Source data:
import { Body, Controller, Delete, Get, HttpCode, Patch, Post, Req } from '@nestjs/common';
import { ApiNoContentResponse, ApiOkResponse, ApiOperation, ApiTags } from '@nestjs/swagger';
import { problem } from '../common/decorators/problem-responses.js';
import type { FastifyRequest } from 'fastify';
import { OrganizationResponseDto } from '../auth/dto/auth.dto.js';
import { toOrganizationDto } from '../auth/me.mapper.js';
import { can } from '../auth/permissions.js';
import { CurrentPrincipal, Meta, RequestMeta, SessionPrincipal } from '../auth/request-context.js';
import { SessionManager } from '../auth/session-manager.js';
import { SessionAuth } from '../common/decorators/access.decorator.js';
import { TeamService } from '../team/team.service.js';
import {
  DeleteOrganizationRequestDto,
  TransferOwnershipRequestDto,
  UpdateOrganizationRequestDto,
} from './dto/organization.dto.js';
import { OrganizationsService } from './organizations.service.js';

@ApiTags('organization')
@Controller('organization')
export class OrganizationsController {
  constructor(
    private readonly orgs: OrganizationsService,
    private readonly team: TeamService,
    private readonly sessions: SessionManager,
  ) {}

  @Get()
  @SessionAuth(...can('organization:read'))
  @ApiOperation({ summary: 'The organisation this session acts for.' })
  @ApiOkResponse({ type: OrganizationResponseDto })
  async getOrganization(@CurrentPrincipal() p: SessionPrincipal): Promise<OrganizationResponseDto> {
    return toOrganizationDto(await this.orgs.get(p.organizationId));
  }

  @Patch()
  @SessionAuth(...can('organization:manage'))
  @ApiOperation({ summary: 'Rename the organisation.' })
  @ApiOkResponse({ type: OrganizationResponseDto })
  async updateOrganization(
    @CurrentPrincipal() p: SessionPrincipal,
    @Body() body: UpdateOrganizationRequestDto,
    @Meta() meta: RequestMeta,
  ): Promise<OrganizationResponseDto> {
    return toOrganizationDto(await this.orgs.rename(p, body.name, meta));
  }

  @Delete()
  @SessionAuth(...can('organization:delete'))
  @HttpCode(204)
  @ApiOperation({
    summary: 'Delete the organisation with its members, keys, invitations and history.',
  })
  @ApiNoContentResponse()
  @problem(
    409,
    'A subscription is still running (cancel it on the Billing page first, so the payments ' +
      'service stops charging), or other records still refer to this organisation.',
  )
  async deleteOrganization(
    @CurrentPrincipal() p: SessionPrincipal,
    @Body() body: DeleteOrganizationRequestDto,
    @Req() req: FastifyRequest,
  ): Promise<void> {
    await this.orgs.delete(p, body.confirmName);
    await this.sessions.end(req);
  }

  @Post('transfer-ownership')
  @SessionAuth(...can('organization:transfer'))
  @HttpCode(204)
  @ApiOperation({ summary: 'Make another member owner; you become admin.' })
  @ApiNoContentResponse()
  @problem(404, 'No such member in this organisation.')
  async transferOwnership(
    @CurrentPrincipal() p: SessionPrincipal,
    @Body() body: TransferOwnershipRequestDto,
    @Meta() meta: RequestMeta,
  ): Promise<void> {
    await this.team.transferOwnership(p, body.userId, meta);
  }
}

Work required> Search the entries for the word "SessionManager" and copy every line that holds it.

Exercise result>
import { SessionManager } from '../auth/session-manager.js';
    private readonly sessions: SessionManager,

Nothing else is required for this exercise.